- [WHAT TO PRODUCE]:
Report every line below that holds the word "params".

- [SUPPLIED ENTRIES]:

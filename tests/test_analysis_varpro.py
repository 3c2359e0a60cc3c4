"""Checks of the variable-projection fits (Golub & Pereyra 1973)."""

from __future__ import annotations

import numpy as np
import pytest
from analysis_support import FS, bcw_modes, coloured_noise
from analysis_support import noise_model as _noise
from scipy import stats

from ringsearch.analysis.fits import damped_basis
from ringsearch.analysis.varpro import fit_free_modes, fit_kerr


def test_noise_free_free_modes_recovered_to_1e_8():
    # Issue 7: exact data, reasonable starts (5-10% off) -> f and tau to 1e-8 relative.
    n = 300
    tn = _noise(n)
    t = np.arange(n) / FS + 0.2e-3
    f = np.array([251.0, 240.0])
    tau = np.array([4.1e-3, 1.3e-3])
    y = damped_basis(t, f, tau) @ (np.array([1.0, 0.5, -2.0, 1.5]) * 1e-21)
    r = fit_free_modes(y, t, tn, [240.0, 255.0], [3.8e-3, 1.4e-3], n_starts=4, rng=1)
    assert np.allclose(r.f_hz, f, rtol=1e-8, atol=0)
    assert np.allclose(r.tau_s, tau, rtol=1e-8, atol=0)
    assert r.n_agree >= 2
    assert set(r.starts.columns) >= {"chi2", "group", "start_f0", "end_tau1"}


def test_noise_free_kerr_fit_recovers_mass_and_spin():
    n = 300
    tn = _noise(n)
    t = np.arange(n) / FS
    f, tau = zip(*(bcw_modes(67.0, 0.67, k) for k in range(2)), strict=True)
    y = damped_basis(t, np.ravel(f), np.ravel(tau)) @ (np.array([1.0, 0.3, 2.0, -1.0]) * 1e-21)
    r = fit_kerr(y, t, tn, 1, 60.0, 0.5, (40.0, 100.0), (0.0, 0.95), modes=bcw_modes,
                 n_starts=3, rng=2)
    assert r.params == pytest.approx([67.0, 0.67], rel=1e-7)


def test_frequency_and_damping_pulls_are_standard_normal():
    # Cramér-Rao: at high SNR the maximum-likelihood (f, tau) errors divided by the
    # Fisher (amplitude-marginalised) sigmas are N(0, 1).  80 noise realisations at
    # SNR ~ 40 (nonlinear bias ~ 1/SNR^2 negligible); KS test of 160 pulls at
    # alpha = 1e-3: false-failure probability 1e-3.
    rng = np.random.default_rng(314)
    n, nreal = 256, 80
    tn = _noise(n)
    t = np.arange(n) / FS
    f, tau = 250.0, 4e-3
    sig = damped_basis(t, [f], [tau]) @ np.array([6e-21, 3e-21])
    noise = coloured_noise(rng, n * nreal)
    pulls = []
    for i in range(nreal):
        y = sig + noise[i * n:(i + 1) * n]
        r = fit_free_modes(y, t, tn, [f * 1.01], [tau * 0.97], n_starts=1)
        pulls.append((r.params - [f, tau]) / r.param_sigma)
    pulls = np.asarray(pulls).ravel()
    assert stats.kstest(pulls, "norm").pvalue > 1e-3
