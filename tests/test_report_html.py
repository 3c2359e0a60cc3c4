"""Campaign report: figures in PNG and PDF and a self-contained, offline report.html."""

from __future__ import annotations

import re

import pytest
from test_campaign_execute import FAKE, small_spec

from ringsearch.campaign import run_campaign
from ringsearch.errors import InputError
from ringsearch.report import make_report


def test_report_is_self_contained(tmp_path):
    out = tmp_path / "out"
    spec = small_spec(injections={"count": 120}, data={"chunk_s": 64})
    run_campaign(spec, out, worker=FAKE, progress=False)
    path = make_report(out)
    text = path.read_text()
    assert path == out / "report.html"
    for name in ("efficiency_snr", "efficiency_distance", "found_missed", "recovered",
                 "background"):
        assert (out / "figures" / f"{name}.png").stat().st_size > 1000
        assert (out / "figures" / f"{name}.pdf").read_bytes().startswith(b"%PDF")
    # every image embedded, nothing fetched from elsewhere (opens offline)
    assert len(re.findall(r'src="data:image/png;base64,', text)) == 5
    assert not re.search(r'(src|href)="(?!data:)', text)
    assert "<script" not in text
    assert "ringsearch 0." in text and spec.config_hash in text
    assert "Sigmoid fits" in text and "wilson" in text
    for csv in ("efficiency.csv", "sigmoid.csv", "sensitivity.csv", "accuracy.csv"):
        assert (out / csv).exists()


def test_report_refuses_unfinished_campaign(tmp_path):
    out = tmp_path / "out"
    run_campaign(small_spec(), out, worker=FAKE, progress=False, max_chunks=1, finalize=False)
    with pytest.raises(InputError, match="unfinished"):
        make_report(out)
    with pytest.raises(InputError, match="not a campaign output folder"):
        make_report(tmp_path)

- [ANSWER TO THIS TASK]:
    assert r.params == pytest.approx([67.0, 0.67], rel=1e-7)
        pulls.append((r.params - [f, tau]) / r.param_sigma)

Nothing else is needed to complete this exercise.